Did your child start school this year? Do you miss them? Please do leave a comment and share how you feel.

19 comments

  1. I think everyone feels differently about children starting school. For me, I didn’t because N had been in pretty much full time childcare since a year old. But you do still mourn the young child they were as you see them grow up. N chats a lot, but after school he’s at after school club, then often the OH will take him over to the farm so the homework time we spend together is precious, and bedtime. I think about how wonderful it is to see them grow, and that’s been launched by us.

  2. Oh my heart goes out to you – I can imagine I’ll be feeling exactly the same when my daughters go to school. Getting used to a new routine is always hard, but your her mummy and you’ll always have that bond 🙂

    • My youngest started school in September and my eldest started 2 years prior and I still struggle. Don’t get me wrong I have always been a parent n not just a best friend (the one to moan n tell them off) however we have always talked and had soooo much fun n cuddled n shared and laughed n now I just seem to rush them. they’re always on a clock and I am nagging to get em out the door or to do homework. I feel sick most days. I hate it. I started working full time days when littlest went to school so like you I am not home sat self pitying but it is hard! Big hugs to all those mums out there.

  3. My eldest starts school next year and I know I’m going to really miss him. I think he is ready for school, but I know the house will feel so empty without him here. My youngest misses him when he is at preschool all day, so I don’t know how he is going to be when school starts.

  4. I can understand, my only son is 8 and his school is starting tomorrow and I have started missing him. He is so excited and im happy too but I am so upset from inside like I am letting him go somewhere. I want to spend more time, more touch, more talks etc this is bringing tears in my eyes. I wish i had a magic so that I could stop the time for some time to spend few extra moments with him.

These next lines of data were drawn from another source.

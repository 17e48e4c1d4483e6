import { useQuery } from '@tanstack/react-query';
import type { Instrument } from '#shared/contracts/instrument.ts';
import { flaskCoolingQuery } from '#src/api/flask-cooling.ts';
import { instrumentsQuery } from '#src/api/instruments.ts';
import { Button } from '#src/ui/button.tsx';
import { Notice } from '#src/ui/notice.tsx';
import { PageTitle } from '#src/ui/page-title.tsx';
import { Loaded } from '#src/desk/parts/loaded.tsx';
import { useDeskSession } from '#src/desk/parts/desk-session.ts';
import { CoolingSizes } from './cooling-sizes.tsx';
import { InstrumentForm } from './instrument-form.tsx';
import { InstrumentList } from './instrument-list.tsx';

const Overdue = ({ instruments }: { readonly instruments: readonly Instrument[] }) => {
  const late = instruments.filter(({ active, due }) => active && due?.state === 'overdue');
  if (late.length === 0) return null;
  const names = late.map(({ name }) => name).join(', ');
  return (
    <div className="mb-6">
      <Notice kind="caution" title={`Check overdue: ${names}.`}>
        Until it is checked again, a cooling curve it logs is judged as if it had never been checked.
      </Notice>
    </div>
  );
};

/** The studio's thermometers, pyrometers and balances, their checks, and how its flasks cool. */
export const InstrumentsPage = () => {
  const { abilities } = useDeskSession();
  const instruments = useQuery({ ...instrumentsQuery, refetchInterval: 10_000 });
  const cooling = useQuery(flaskCoolingQuery);
  return (
    <>
      <PageTitle
        title="Instruments"
        summary="What reads temperature and mass, how true it reads, and what its readings say of the flasks."
        actions={
          <Button icon="print" onClick={() => window.print()}>
            Print
          </Button>
        }
      />
      <Loaded query={instruments} what="the instruments">
        {(list) => (
          <>
            <Overdue instruments={list} />
            <div className="grid items-start gap-x-14 gap-y-12 xl:grid-cols-[minmax(0,1fr)_360px]">
              <InstrumentList instruments={list} />
              {abilities.editStudio ? <InstrumentForm /> : null}
            </div>
          </>
        )}
      </Loaded>
      <section aria-labelledby="cooling" className="mt-14 grid gap-4">
        <h2 id="cooling" className="text-[21px] font-black">
          How flasks cool
        </h2>
        <p className="max-w-[75ch] text-soft">
          By Newton’s law a mould loses the same share of its excess over the room in every minute. A card
          uses what was fitted to the studio’s own readings of that flask size where there are enough, else
          the table of the studio’s settings.
        </p>
        <Loaded query={cooling} what="how flasks cool">
          {(sizes) => <CoolingSizes sizes={sizes} />}
        </Loaded>
      </section>
    </>
  );
};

  5. Good luck to everyone reading this with children starting school – it’s such an emotional but exciting time for everyone x

  6. How are you a year on? My daughter has today exceeded her previous number of consecutive days at school and I was waiting for her to get wobbly and she has – but so have I. I’m sad. I can’t shake it. I want her with me sooooo much. I know she wants me too… This is awful.

    • A year on it is much better – I think it just takes time on both sides…it’s a massive change to adjust to and we still have our moments especially after any school holidays. Hope it gets better for you x

  7. Thank you. This is exactly how I’m feeling about my daughter who started school last week. I miss her heaps already and feel our time is squashed into morning and afternoon.

  8. Don’t feel bad I have a 9 year old 4th grader whom i miss very much when he goes to school or anywhere its like i don’t wanna let him outta my sight. He’s my only child.

  9. I get you Talya. This brought tears to my eyes. I miss my little girl all the time. I mourn the days when she would stay home with me. Now she seems so exited about her new friends and school activities. I’m happy for her. Glad she settled in so well. But I still feel like when she goes to school we just don’t find enough time to catch up anymore. And most times she seems to have a lot to say about her new friends and school but before we know it it’s evening and we have to rush back to bed and start it all over again. She makes our home so lively and warm and when she’s away the house is never the same

    • I can truly understand how you feel. It’s a bittersweet experience, watching them grow and become more independent. While you’re undoubtedly proud of her for thriving at school and making new friends, it’s entirely natural to miss those quieter, more intimate moments you used to share.